─── Records for processing

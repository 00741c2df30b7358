"""``gatestep journal PATH``: what a journal holds, and what of it is lost."""

from __future__ import annotations

import json
from dataclasses import asdict
from pathlib import Path
from typing import TYPE_CHECKING, Any

import numpy as np

from ..wire import LATE, LIVE, NIL, REPEAT

if TYPE_CHECKING:
    from ..journalfile import Event, JournalFile

Summary = dict[str, Any]

_SHOWN_SEPARATELY = ("kind", "position", "seq", "nsec")
_WIDEST = 100


def show_journal(path: Path, json_output: bool, with_events: bool) -> int:
    """Read a journal once and say what is in it; the exit status is 1 if it is damaged.

    A tail that a killed server or a power cut has torn off is no damage.

    Raises
    ------
    JournalError
        When the file is no journal, or its first block is damaged.
    """
    from ..journalfile import open_journal

    with open_journal(path) as journal:
        summary = summary_of(journal)
        events = [_plain_event(journal, event) for event in journal.events] if with_events else []
        if json_output:
            more = {"events": events} if with_events else {}
            print(json.dumps({**summary, **more}, ensure_ascii=False))
        else:
            _print(summary)
            _print_events(events)
        return int(bool(summary["damaged"]))


def summary_of(journal: JournalFile) -> Summary:
    """What a journal holds, as plain data; reads all of it, a block at a time."""
    measured = _measured(journal)
    counts: dict[str, int] = {}
    for event in journal.events:
        counts[event.kind] = counts.get(event.kind, 0) + 1
    header = journal.header
    models = [
        {"id": m.id, "name": m.name, "path": m.path, "sha256": m.sha256}
        for m in journal.models.values()
    ]
    return {
        "path": str(journal.path),
        "bytes": journal.size,
        "format": header.get("format"),
        "program": header.get("program"),
        "rig": header["rig"].get("path"),
        "start": journal.start.isoformat(),
        "interval_us": journal.interval_us,
        "cells": journal.cells,
        "closed": journal.closed,
        "samples": len(journal.samples),
        **measured,
        "models": models,
        "in_force": _stretches(journal),
        "sweeps": [_sweep(journal, k) for k in range(len(journal.sweeps))],
        "gaps": _gaps(journal),
        "trips": _trips(journal),
        "event_counts": counts,
        "lost_entries": _total(journal, "lost", "entries"),
        "dropped_samples": _total(journal, "dropped", "samples"),
        "tail": None if journal.tail is None else asdict(journal.tail),
        "damaged": [asdict(found) for found in journal.damaged],
    }


def _measured(journal: JournalFile) -> Summary:
    """Duration, and the counts and percentiles of lateness and service times."""
    from ..watch import Durations

    lag, service = Durations(), Durations()
    counts = {"readable": 0, "repeats": 0, "late": 0, "live": 0, "lag_known": 0}
    nsec: list[int] = []
    for piece in journal.samples.pieces():
        samples = piece.samples
        nsec += [int(samples["nsec"][0]), int(samples["nsec"][-1])]
        fresh = samples[samples["flags"] & REPEAT == 0]
        known = fresh["lag_us"][fresh["lag_us"] != NIL]
        counts["readable"] += len(samples)
        counts["repeats"] += len(samples) - len(fresh)
        counts["late"] += int(np.count_nonzero(fresh["flags"] & LATE))
        counts["live"] += int(np.count_nonzero(fresh["flags"] & LIVE))
        counts["lag_known"] += len(known)
        lag.add((1000 * known).astype(np.int64))
        service.add(fresh["service_nsec"])
    percentiles = {name: value / 1000 for name, value in lag.percentiles().items()}
    return {
        "duration_s": (nsec[-1] - nsec[0]) / 1e9 if nsec else 0.0,
        **counts,
        "lag_us": percentiles,
        "service_nsec": service.percentiles(),
    }


def _stretches(journal: JournalFile) -> list[Summary]:
    """Which model each cell had over which samples, with how many parameters set meanwhile."""
    size = len(journal.samples)
    found: list[Summary] = []
    for k, cell in enumerate(journal.cells):
        own = [
            e for e in journal.events
            if e.kind in {"in_force", "swap", "set"} and e.fields.get("cell") in {k, cell}
            and e.fields.get("outcome", "done") == "done"
        ]  # fmt: skip
        swaps = [e for e in own if e.kind != "set"]
        ends = [*(e.position for e in swaps[1:]), size]
        for swap, stop in zip(swaps, ends, strict=False):
            start = min(swap.position, size)
            sets = [e for e in own if e.kind == "set" and start <= e.position < stop]
            found.append(
                {
                    "cell": cell,
                    "model": swap.fields.get("model"),
                    "name": swap.fields.get("name"),
                    "start": start,
                    "stop": stop,
                    "set": len(sets),
                }
            )
    return [stretch for stretch in found if stretch["stop"] > stretch["start"] or not size]


def _sweep(journal: JournalFile, k: int) -> Summary:
    sweep = journal.sweeps[k]
    named = {key: sweep.fields.get(key) for key in ("name", "condition")}
    plain = {"sweep": sweep.index, "start": sweep.start, "stop": sweep.stop}
    return {**plain, **named, "complete": sweep.complete}


def _gaps(journal: JournalFile) -> Summary:
    missed = [e.fields.get("missed") for e in journal.events if e.kind == "gap"]
    known = [m for m in missed if isinstance(m, int)]
    return {"count": len(missed), "missed": sum(known), "unknown": len(missed) - len(known)}


def _trips(journal: JournalFile) -> list[Summary]:
    return [
        {
            "position": e.position,
            "seq": e.seq,
            "time": journal.time_of(e.nsec).isoformat(),
            "text": e.fields.get("text"),
            "cell": e.fields.get("cell"),
        }
        for e in journal.events
        if e.kind == "trip"
    ]


def _total(journal: JournalFile, kind: str, key: str) -> int:
    return sum(int(e.fields.get(key) or 0) for e in journal.events if e.kind == kind)


def _plain_event(journal: JournalFile, event: Event) -> Summary:
    common = {key: getattr(event, key) for key in _SHOWN_SEPARATELY}
    return {**common, "time": journal.time_of(event.nsec).isoformat(), **event.fields}


def _print(s: Summary) -> None:
    """A summary for people."""
    from rich.console import Console

    console = Console(highlight=False, markup=False, soft_wrap=True)
    how = "closed" if s["closed"] else "not closed: its server was killed, failed or still runs"
    console.print(f"{s['path']}: {s['bytes']:,} bytes, {how}")
    console.print(
        f"begun {s['start']}, {s['duration_s']:.3f} s; tick {s['interval_us']:g} µs; "
        f"cells {', '.join(s['cells'])}; rig file {s['rig']}"
    )
    console.print(
        f"{s['samples']:,} samples, {s['live']:,} live, {s['repeats']:,} repeats; {s['late']:,} "
        f"late; {s['gaps']['count']:,} gaps with {s['gaps']['missed']:,} ticks missed; "
        f"{len(s['trips'])} trips; {len(s['sweeps'])} sweeps"
    )
    for title, spread, unit in (("lag", s["lag_us"], 1.0), ("service", s["service_nsec"], 1e-3)):
        if spread:
            shown = "  ".join(f"{name} {unit * value:.1f}" for name, value in spread.items())
            console.print(f"{title} in µs: {shown}")
    _print_stretches(console, s)
    for trip in s["trips"]:
        where = f"at {trip['time']}, before sample {trip['position']:,}"
        console.print(f"trip {where}: {trip['text']}", style="bold red")
    counts = "  ".join(f"{kind} {count}" for kind, count in sorted(s["event_counts"].items()))
    console.print(f"events: {counts or 'none'}")
    for line in _losses(s):
        console.print(line, style="bold red")


def _print_stretches(console: Any, s: Summary) -> None:
    from rich.table import Table

    table = Table("cell", "model in force", "from sample", "before sample", "s", "set", box=None)
    for row in s["in_force"]:
        seconds = (row["stop"] - row["start"]) * s["interval_us"] * 1e-6
        numbers = (f"{row['start']:,}", f"{row['stop']:,}", f"{seconds:.3f}", str(row["set"]))
        table.add_row(row["cell"], str(row["name"]), *numbers)
    console.print(table)


def _losses(s: Summary) -> list[str]:
    """What is not in the journal, or cannot be read, in words."""
    lines = []
    tail = s["tail"]
    if tail:
        known = "samples not known" if tail["samples"] is None else f"{tail['samples']} samples"
        lines.append(
            f"torn off at byte {tail['offset']:,}: {tail['bytes']:,} bytes ({known}): "
            f"{tail['reason']}"
        )
    for found in s["damaged"]:
        lines.append(
            f"damaged at byte {found['offset']:,}: {found['samples']:,} samples from place "
            f"{found['position']:,}: {found['reason']}"
        )
    if s["dropped_samples"]:
        lines.append(f"left out by the writer: {s['dropped_samples']:,} samples")
    if s["lost_entries"]:
        lines.append(f"lost before the writer: {s['lost_entries']:,} entries of the loop's log")
    return lines


def _print_events(events: list[Summary]) -> None:
    """One line an event."""
    for event in events:
        others = {k: v for k, v in event.items() if k not in (*_SHOWN_SEPARATELY, "time")}
        said = ", ".join(f"{k} {v}" for k, v in others.items())
        said = said if len(said) <= _WIDEST else f"{said[: _WIDEST - 3]}..."
        print(f"{event['time']}  {event['position']:>10}  {event['kind']:<12} {said}")
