def test_a_model_without_conductance_has_no_limit_to_meet():
    """With gmax 0 margins are infinite, and None in JSON, which knows no infinity."""
    choice = chosen_for(leak_of(0.0), 20, NEXT_TICK)
    assert choice.plain_margin == choice.anticipating_margin == math.inf
    data = json.loads(json.dumps(choice.plain_data(), allow_nan=False))
    assert data["plain_margin"] is data["margin"] is None
    assert data["plain_limit_ns"] == pytest.approx(1500.0 * 0.9, rel=0.03)
    assert data["reason"] == choice.reason


@given(
    st.floats(1.0, 300.0),
    st.floats(0.0, 0.5),
    st.floats(0.0, 2.0),
    st.floats(5.0, 200.0),
    st.sampled_from([ON_ARRIVAL, NEXT_TICK]),
    st.floats(0.1, 1e4),
)
@settings(max_examples=10)
def test_a_choice_is_never_worse_than_the_plain_loop(
    capacitance, uncertainty, residue, interval_us, delay_ticks, gmax_ns
):
    """Margins are positive, and anticipation runs only where it carries enough or as much."""
    choice = chosen_for(
        leak_of(gmax_ns),
        interval_us,
        delay_ticks,
        capacitance_pf=capacitance,
        capacitance_uncertainty=uncertainty,
        electrode={"residue_mohm": residue},
    )
    assert choice.plain_margin > 0
    assert choice.anticipating_margin > 0
    assert choice.reason
    if choice.on:
        assert choice.margin >= min(KEPT, 0.95 * choice.plain_margin)
    assume(choice.margin < 1.0)
    assert advice([choice]) is not None


def test_candidates_come_in_order_of_fidelity():
    """The farthest reach first: beta less the lag of the smoothing never grows."""
    cell = CellSpec(name="a", model="-", capacitance_pf=30.0)
    tried = list(candidates(cell, Circuit(30.0, 0.05, 0.05)))
    reach = [s.beta - (1.0 - s.alpha) / s.alpha for s in tried]
    assert all(a >= b - 1e-9 for a, b in itertools.pairwise(reach))
    assert tried[0] == Settings(3, 1.0, 2.0)
    assert len(tried) == 4 * len(ALPHAS) + 9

──────

Search the entries above for the string "offset", and report each line where it occurs.

• _Answer below_
            f"torn off at byte {tail['offset']:,}: {tail['bytes']:,} bytes ({known}): "
            f"damaged at byte {found['offset']:,}: {found['samples']:,} samples from place "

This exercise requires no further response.